The week will start beating, as the Asian session will be rich in data. Starting from Japan's GDP to the trade balance of China. For the European and US trading session, there will also be enough economic data. GDP and industrial production in the UK and trade balance. For Canada - starting new homes and later for the US - JOLTS new jobs.

Tuesday will be a bit lighter as during the Asian trading session we only have business confidence from Australia. Again Britain will be in focus in the morning with data on hourly wages and the number of unemployed, as well as the change in employment. Unemployment will be the key indicator, of course, for the labor market.

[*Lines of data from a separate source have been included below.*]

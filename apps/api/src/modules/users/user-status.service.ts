import type { User } from "@plumeline/contracts";
import type { AppContext } from "../../context.js";
import { forbidden, notFound } from "../../errors/app-error.js";
import type { RequestUser } from "../../middleware/request-context.js";
import { recordAudit } from "../audit/audit.service.js";
import { getUser } from "./users.service.js";

type StatusContext = Pick<AppContext, "models" | "auth">;

/**
 * Deactivation is better-auth's ban (admin plugin): it flags the user, deletes every session
 * they hold, and its session hook refuses new sign-ins with ACCOUNT_DEACTIVATED_MESSAGE.
 * Nothing is deleted, so runs, versions and audit rows stay attributed to them.
 *
 * `adminHeaders` are the acting admin's request headers: the plugin's endpoints check the
 * caller's own session (and its user:ban statement), so they are called as that admin.
 * The audit row follows the change rather than sharing its transaction: better-auth writes
 * through its adapter on its own connection, and SQLite would make the two wait on each other.
 */
export async function deactivateUser(ctx: StatusContext, actor: RequestUser, id: string, adminHeaders: Headers): Promise<User> {
  const row = await ctx.models.User.findByPk(id);
  if (!row) throw notFound("User", id);
  if (row.id === actor.id) throw forbidden("An admin cannot deactivate their own account; ask another admin.", "self_deactivation");
  if (row.banned) return getUser(ctx, id);
  await ctx.auth.api.banUser({ headers: adminHeaders, body: { userId: id, banReason: `Deactivated by ${actor.email}` } });
  await recordAudit(ctx, {
    actorId: actor.id,
    actorEmail: actor.email,
    action: "user.deactivated",
    entityType: "user",
    entityId: id,
    summary: `${actor.email} deactivated ${row.email}; their open sessions were ended.`,
    data: { email: row.email },
  });
  return getUser(ctx, id);
}

/** Lifts the ban: the user signs in again with the password they had. */
export async function reactivateUser(ctx: StatusContext, actor: RequestUser, id: string, adminHeaders: Headers): Promise<User> {
  const row = await ctx.models.User.findByPk(id);
  if (!row) throw notFound("User", id);
  if (!row.banned) return getUser(ctx, id);
  await ctx.auth.api.unbanUser({ headers: adminHeaders, body: { userId: id } });
  await recordAudit(ctx, {
    actorId: actor.id,
    actorEmail: actor.email,
    action: "user.reactivated",
    entityType: "user",
    entityId: id,
    summary: `${actor.email} reactivated ${row.email}.`,
    data: { email: row.email },
  });
  return getUser(ctx, id);
}
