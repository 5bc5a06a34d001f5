import type { InviteUserBody, UpdateUserBody } from "@plumeline/contracts";
import { fromNodeHeaders } from "better-auth/node";
import type { Request, Response } from "express";
import { contextOf, currentUser } from "../../middleware/request-context.js";
import { deactivateUser, reactivateUser } from "./user-status.service.js";
import { changeRole, inviteUser, listUsers } from "./users.service.js";

export const usersController = {
  async list(req: Request, res: Response) {
    res.json(await listUsers(contextOf(req)));
  },
  async invite(req: Request, res: Response) {
    res.status(201).json(await inviteUser(contextOf(req), currentUser(req), req.body as InviteUserBody));
  },
  async update(req: Request, res: Response) {
    const { id } = req.params as { id: string };
    res.json(await changeRole(contextOf(req), currentUser(req), id, req.body as UpdateUserBody));
  },
  async deactivate(req: Request, res: Response) {
    const { id } = req.params as { id: string };
    res.json(await deactivateUser(contextOf(req), currentUser(req), id, fromNodeHeaders(req.headers)));
  },
  async reactivate(req: Request, res: Response) {
    const { id } = req.params as { id: string };
    res.json(await reactivateUser(contextOf(req), currentUser(req), id, fromNodeHeaders(req.headers)));
  },
};
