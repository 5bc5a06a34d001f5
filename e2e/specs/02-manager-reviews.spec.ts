import { expect, test, type APIRequestContext } from "@playwright/test";
import { demoUsers } from "../support/demo-users";
import { names, seededVersionName } from "../support/names";
import { openFromNav } from "../support/navigation";
import { snap } from "../support/screenshots";
import { apiAs, getJson, postJson, signIn } from "../support/sign-in";

interface User { id: string; email: string; role: string }
interface Version { id: string; name: string; status: string; versionNumber: number; model: unknown; defaults: unknown; notes: string; authorId: string; pathwayIds: string[] }

/**
 * Manager: finds the analyst's submission on the desk, reads the diff, cannot decide on a
 * version of their own, and approves the analyst's with a comment.
 *
 * No role both drafts and decides (docs/API.md: model-versions:write is the analyst's,
 * model-versions:decide the manager's), so a manager-authored version only exists when a
 * person changes role. That is what the setup does, through the API as the admin would:
 * Marit is made an analyst, drafts and submits a minor change, and is made a manager again.
 * Separation of duties must still hold for her own version.
 */
test.describe.configure({ mode: "serial" });

let ownDraft: Version;

test.beforeAll(async ({ baseURL }) => {
  const admin = await apiAs("admin", baseURL!);
  const users = await getJson<User[]>(admin, "/api/users");
  const marit = users.find((u) => u.email === demoUsers.manager.email)!;
  const setRole = async (role: string) => expect((await admin.patch(`/api/users/${marit.id}`, { data: { role, reason: "Review flow: the author may not approve their own draft." } })).status()).toBe(200);

  await setRole("analyst");
  let asMarit: APIRequestContext | undefined;
  try {
    asMarit = await apiAs("manager", baseURL!);
    const parent = (await getJson<{ items: Version[] }>(asMarit, "/api/model-versions?status=approved")).items.find((v) => v.name === seededVersionName)!;
    const full = await getJson<Version>(asMarit, `/api/model-versions/${parent.id}`);
    const draft = await postJson<Version>(asMarit, "/api/model-versions", {
      name: names.managerOwnDraft,
      parentId: full.id,
      pathwayIds: full.pathwayIds,
      model: full.model,
      defaults: { ...(full.defaults as object), horizons: [2030, 2050, 2080, 2100] },
      notes: `${full.notes}\n- Adds 2080 as a default horizon (drafted by Marit while she held the analyst role).`,
    });
    ownDraft = await postJson<Version>(asMarit, `/api/model-versions/${draft.id}/submit`, { changeClass: "minor", note: "Adds a 2080 horizon." });
  } finally {
    await setRole("manager");
    await asMarit?.dispose();
    await admin.dispose();
  }
  expect(ownDraft.status).toBe("in-review");
});

test("manager reads the diff, cannot decide their own version, approves the analyst's", async ({ page }, testInfo) => {
  await signIn(page, "manager");

  // The desk lists what waits for review: the analyst's submission, and her own marked as
  // one another manager decides.
  await expect(page.getByRole("heading", { name: "Waiting for your review" })).toBeVisible();
  const item = page.getByRole("listitem").filter({ hasText: names.widerDraft });
  await expect(item).toContainText("major change by Ines Calloway");
  const own = page.getByRole("listitem").filter({ hasText: names.managerOwnDraft });
  await expect(own).toContainText("another manager decides");
  await snap(page, testInfo, "desk-manager", "desk-manager.png");

  // Her own version: the review page explains why she cannot decide, and the API refuses.
  await openFromNav(page, "Model versions");
  // A segmented filter (buttons with role radio): its state follows the URL, so click and wait.
  const inReview = page.getByRole("radio", { name: "in review" });
  await inReview.click();
  await expect(inReview).toHaveAttribute("aria-checked", "true");
  await page.getByRole("link", { name: names.managerOwnDraft }).click();
  await expect(page.getByRole("heading", { level: 1, name: new RegExp(`^${names.managerOwnDraft} v\\d+$`) })).toBeVisible();
  await page.goto(`/model-versions/${ownDraft.id}/review`);
  await expect(page.getByRole("note")).toContainText("You are the author of this version");
  await expect(page.getByRole("button", { name: "Approve" })).toBeDisabled();
  await expect(page.getByRole("button", { name: "Reject" })).toBeDisabled();
  await expect(page.getByText(/Running two .*preview ensembles/)).toHaveCount(0, { timeout: 60_000 });
  await snap(page, testInfo, "review-own-version-refused", "review-own-version.png");
  // The buttons are only the visible half: the server refuses the same request from this session.
  const refused = await page.request.post(`/api/model-versions/${ownDraft.id}/approve`, {
    data: { comment: "approving my own" },
    headers: { Origin: new URL(page.url()).origin },
  });
  expect(refused.status()).toBe(403);
  expect((await refused.json()).error.code).toBe("self_approval_forbidden");

  // The analyst's version: read the diff, approve with a comment.
  await openFromNav(page, "Desk");
  await item.getByRole("link", { name: "Review" }).click();
  await expect(page.getByRole("heading", { level: 1, name: new RegExp(`^${names.widerDraft} v\\d+$`) })).toBeVisible();
  const diff = page.getByRole("table", { name: /^Against Harbourline Core Assumptions v1/ });
  await expect(diff.getByRole("row", { name: /aerosol-cloud\.scale\.low 0\.298 0\.1/ })).toBeVisible();
  await expect(diff.getByRole("row", { name: /aerosol-cloud\.scale\.high 1\.726 2/ })).toBeVisible();
  await expect(diff.getByRole("row", { name: /^pathwayIds/ })).toHaveCount(0);
  // The page also runs a small preview ensemble of both versions ("effect on key outputs").
  await expect(page.getByText(/Running two .*preview ensembles/)).toHaveCount(0, { timeout: 60_000 });
  await snap(page, testInfo, "review-diff", "review-diff.png");

  await page.getByLabel("Comment").fill("Approved as a stress variant: only the aerosol–cloud range differs from v1, and the notes say why.");
  await page.getByRole("button", { name: "Approve" }).click();
  await expect(page.getByText(/approved/i).first()).toBeVisible();
  await expect(page.getByRole("button", { name: "Approve" })).toHaveCount(0);
  await snap(page, testInfo, "review-approved");

  // The list now shows it approved, decided by this manager.
  await openFromNav(page, "Model versions");
  const row = page.getByRole("table", { name: "Model versions" }).getByRole("row").filter({ hasText: names.widerDraft });
  await expect(row).toContainText("approved");
  await expect(row).toContainText(demoUsers.manager.name);
});
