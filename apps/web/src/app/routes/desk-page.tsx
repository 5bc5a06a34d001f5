import { Link } from "react-router-dom";
import { paths } from "@/config/paths";
import { useMe } from "@/features/auth/api/get-me";
import { useExports } from "@/features/exports/api/get-exports";
import { ExportsTable } from "@/features/exports/components/exports-table";
import { useModelVersionChoices } from "@/features/model-versions/api/get-model-versions";
import { ModelVersionsTable } from "@/features/model-versions/components/model-versions-table";
import { ReturnedToYou } from "@/features/model-versions/components/returned-to-you";
import { ReviewQueue } from "@/features/model-versions/components/review-queue";
import { useRuns } from "@/features/runs/api/get-runs";
import { RunsTable } from "@/features/runs/components/runs-table";
import { ExploratoryStamp } from "@/components/ui/badges";
import { ButtonLink } from "@/components/ui/button";
import { Card, CardBody, CardHeader } from "@/components/ui/card";
import { PageHeader } from "@/components/ui/page-header";
import { PanelErrorBoundary } from "@/components/ui/panel-error-boundary";
import { EmptyState, ErrorState, LoadingState } from "@/components/ui/states";

const GREETING: Record<string, string> = {
  analyst: "Build pathways and assumptions, run ensembles, study the spread.",
  actuary: "Run approved versions, read the tables, export workbooks.",
  manager: "Review what analysts submit; approve, reject or retire.",
  admin: "Manage people and roles; read the audit trail and the outbox.",
};

/** The home desk, composed from the features the role may use. */
export default function DeskPage() {
  const me = useMe();
  const perms = me.data?.permissions ?? [];
  const can = (p: string) => perms.includes(p);
  const user = me.data!.user;
  return (
    <>
      <PageHeader
        kicker="Desk"
        title={`Good to see you, ${user.name.split(" ")[0]}`}
        description={GREETING[user.role]}
        actions={
          can("runs:create") && (
            <ButtonLink to={paths.runNew.build()} variant="primary">
              New run
            </ButtonLink>
          )
        }
      />
      <div className="grid gap-6 xl:grid-cols-[minmax(0,3fr)_minmax(0,2fr)]">
        <div className="flex min-w-0 flex-col gap-6">
          {can("model-versions:decide") && (
            <PanelErrorBoundary>
              <ReviewsWaiting userId={user.id} />
            </PanelErrorBoundary>
          )}
          {can("model-versions:write") && (
            <PanelErrorBoundary>
              <ReturnedToMe />
            </PanelErrorBoundary>
          )}
          {can("runs:read") && (
            <PanelErrorBoundary>
              <MyRuns userId={user.id} canCreate={can("runs:create")} mine={can("runs:create")} />
            </PanelErrorBoundary>
          )}
          {can("model-versions:write") && (
            <PanelErrorBoundary>
              <MyDrafts />
            </PanelErrorBoundary>
          )}
        </div>
        <div className="flex min-w-0 flex-col gap-6">
          {can("runs:read") && (
            <PanelErrorBoundary>
              <ExploratoryFlags />
            </PanelErrorBoundary>
          )}
          {can("runs:read") && (
            <PanelErrorBoundary>
              <RecentExports />
            </PanelErrorBoundary>
          )}
          {can("users:manage") && (
            <Card>
              <CardHeader title="Administration" />
              <CardBody className="flex flex-wrap gap-2">
                <ButtonLink to={paths.adminUsers.build()}>Users and roles</ButtonLink>
                <ButtonLink to={paths.adminAudit.build()}>Audit log</ButtonLink>
                <ButtonLink to={paths.adminOutbox.build()}>Outbox</ButtonLink>
                {can("settings:manage") && <ButtonLink to={paths.adminSettings.build()}>Review policy</ButtonLink>}
              </CardBody>
            </Card>
          )}
        </div>
      </div>
    </>
  );
}

function MyRuns({ userId, canCreate, mine }: { userId: string; canCreate: boolean; mine: boolean }) {
  const runs = useRuns({ mine, limit: 8 });
  return (
    <Card>
      <CardHeader title={mine ? "My runs" : "Recent runs"} subtitle="Progress updates on its own while runs are going." actions={<Link to={paths.runs.build()} className="text-sm text-accent">All runs →</Link>} />
      {runs.isPending ? (
        <LoadingState />
      ) : runs.isError ? (
        <CardBody>
          <ErrorState error={runs.error} />
        </CardBody>
      ) : runs.data.items.length === 0 ? (
        <CardBody>
          {/* Someone who cannot start runs gets one quiet line, not a call-to-action box. */}
          {canCreate ? (
            <EmptyState title="No runs yet" action={<ButtonLink to={paths.runNew.build()}>Start a run</ButtonLink>} />
          ) : (
            <p className="text-sm text-muted">No runs yet.</p>
          )}
        </CardBody>
      ) : (
        <RunsTable runs={runs.data.items} currentUserId={userId} canCreate={canCreate} compact />
      )}
    </Card>
  );
}

function ReviewsWaiting({ userId }: { userId: string }) {
  const versions = useModelVersionChoices({ status: "in-review" });
  return (
    <Card className="border-l-4 border-l-accent">
      <CardHeader title="Waiting for your review" subtitle="Versions others submitted, for you to approve or reject." />
      {versions.isPending ? (
        <LoadingState />
      ) : versions.isError ? (
        <CardBody>
          <ErrorState error={versions.error} />
        </CardBody>
      ) : (
        <ReviewQueue versions={versions.data} userId={userId} />
      )}
    </Card>
  );
}

/** My rejected versions nothing has been drafted from yet (a child means someone already acted on it). */
function ReturnedToMe() {
  const versions = useModelVersionChoices({ mine: "true", status: "rejected", undrafted: "true" });
  if (!versions.data) return null;
  return <ReturnedToYou versions={versions.data} />;
}

function MyDrafts() {
  // Drafts, submissions and returns: one request per status, of my own versions only, so none
  // is cut off by other people's more recent work.
  const draft = useModelVersionChoices({ mine: "true", status: "draft" });
  const inReview = useModelVersionChoices({ mine: "true", status: "in-review" });
  const rejected = useModelVersionChoices({ mine: "true", status: "rejected" });
  const parts = [draft, inReview, rejected];
  const mine = parts.flatMap((part) => part.data ?? []).sort((a, b) => b.updatedAt.localeCompare(a.updatedAt));
  if (parts.some((part) => part.isPending) || mine.length === 0) return null;
  return (
    <Card>
      <CardHeader title="My model versions in progress" />
      <ModelVersionsTable versions={mine} />
    </Card>
  );
}

/** How many exploratory results the desk lists (the runs page lists them all). */
const EXPLORATORY_SHOWN = 6;

function ExploratoryFlags() {
  const runs = useRuns({ status: "succeeded", exploratory: "true", limit: EXPLORATORY_SHOWN });
  if (runs.isPending) return null;
  if (runs.isError) return <ErrorState error={runs.error} />;
  const { items, total } = runs.data;
  return (
    <Card>
      <CardHeader title="Exploratory results" subtitle="Made with versions that were not approved: not for filing." />
      <CardBody>
        {items.length === 0 ? (
          <p className="text-sm text-muted">No exploratory results. Every finished run used an approved version.</p>
        ) : (
          <ul className="flex flex-col gap-2">
            {items.map((r) => (
              <li key={r.id} className="flex items-center justify-between gap-2 text-sm">
                <Link to={paths.run.build(r.id)} className="truncate text-accent hover:underline">
                  {r.name}
                </Link>
                <ExploratoryStamp size="sm" />
              </li>
            ))}
            {total > items.length && <li className="text-sm text-muted">and {total - items.length} older ones on the Runs page</li>}
          </ul>
        )}
      </CardBody>
    </Card>
  );
}

function RecentExports() {
  const exports = useExports({ mine: true, limit: 5 });
  return (
    <Card>
      <CardHeader title="My recent exports" actions={<Link to={paths.exports.build()} className="text-sm text-accent">All exports →</Link>} />
      {exports.isPending ? (
        <LoadingState />
      ) : exports.isError ? (
        <CardBody>
          <ErrorState error={exports.error} />
        </CardBody>
      ) : exports.data.items.length === 0 ? (
        <CardBody>
          <p className="text-sm text-muted">Nothing exported yet.</p>
        </CardBody>
      ) : (
        <ExportsTable exports={exports.data.items} compact />
      )}
    </Card>
  );
}
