import { paths } from "@/config/paths";
import { useCan } from "@/features/auth/use-permission";
import { usePathways } from "@/features/pathways/api/get-pathways";
import { PathwaysTable } from "@/features/pathways/components/pathways-table";
import { ButtonLink } from "@/components/ui/button";
import { Card, CardBody } from "@/components/ui/card";
import { ListControls } from "@/components/lists/list-controls";
import { listFieldErrors } from "@/components/lists/list-field-errors";
import { PagedList } from "@/components/lists/paged-list";
import { useListQuery } from "@/components/lists/use-list-query";
import { PageHeader } from "@/components/ui/page-header";
import { EmptyState } from "@/components/ui/states";

const PATHWAY_SORTS = [
  { value: "createdAt:desc", label: "Newest first" },
  { value: "createdAt:asc", label: "Oldest first" },
  { value: "name:asc", label: "Name A–Z" },
  { value: "name:desc", label: "Name Z–A" },
  { value: "startYear:asc", label: "Earliest start" },
  { value: "endYear:desc", label: "Latest end" },
];

export default function PathwaysPage() {
  const list = useListQuery({ defaultSort: "createdAt:desc", filterKeys: ["locked", "author", "from", "to"] });
  const { q, sort, limit, offset, filters } = list.state;
  const pathways = usePathways({ q, sort, limit, offset, locked: (filters.locked || undefined) as "true" | "false" | undefined, author: filters.author, from: filters.from, to: filters.to });
  const canWrite = useCan("pathways:write");
  return (
    <>
      <PageHeader
        kicker="Pathways"
        title="Forcing pathways"
        description="Each pathway gives forcing or concentrations per agent and year, with where it came from and which vintage."
        actions={
          canWrite && (
            <>
              <ButtonLink to={paths.pathwayCompose.build()} variant="secondary">
                Compose a pathway
              </ButtonLink>
              <ButtonLink to={paths.pathwayUpload.build()} variant="primary">
                Upload CSV / XLSX
              </ButtonLink>
            </>
          )
        }
      />
      <Card className="mb-4">
        <CardBody>
          <ListControls
            noun="pathways"
            state={list.state}
            onChange={list.update}
            errors={listFieldErrors(pathways.error)}
            searchHint="Name, description, source or vintage"
            sortOptions={PATHWAY_SORTS}
            selects={[{ key: "locked", label: "Locked", options: [{ value: "true", label: "Locked (used by a record)" }, { value: "false", label: "Not locked" }] }]}
            texts={[{ key: "author", label: "Added by", placeholder: "Name or email" }]}
            dates
          />
        </CardBody>
      </Card>
      <Card>
        <PagedList
          result={pathways}
          noun="pathways"
          state={list.state}
          onOffset={list.setOffset}
          empty={
            list.filtered ? (
              <EmptyState title="No pathways match these filters" />
            ) : (
              <EmptyState title="No pathways yet">Upload a CSV or XLSX file, or compose one from an existing pathway.</EmptyState>
            )
          }
        >
          {(items) => <PathwaysTable pathways={items} />}
        </PagedList>
      </Card>
    </>
  );
}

In the middle of the European session and shortly before the US, we expect the US PPI.

On Wednesday, the API data for oil reserves will start with the start of Asia, and again WESTPAC Australia's consumer confidence for Australia will move the Australian dollar. Later we have CPI and PPI for China. A little before 12 pm the European indices and the euro will expect Mario Draghi's statement, which will confirm the previous one. Before opening the US, we will see the oil inventory and CPI data.

Thursday, in the middle of the Asian session, the "Australian" will be in focus, looking for labor market data - unemployment and change in employment. Just before the start of Europe, we will see the German CPI data, and then we expect industrial production for the Eurozone. At 15:30, the original US aid applications will be released.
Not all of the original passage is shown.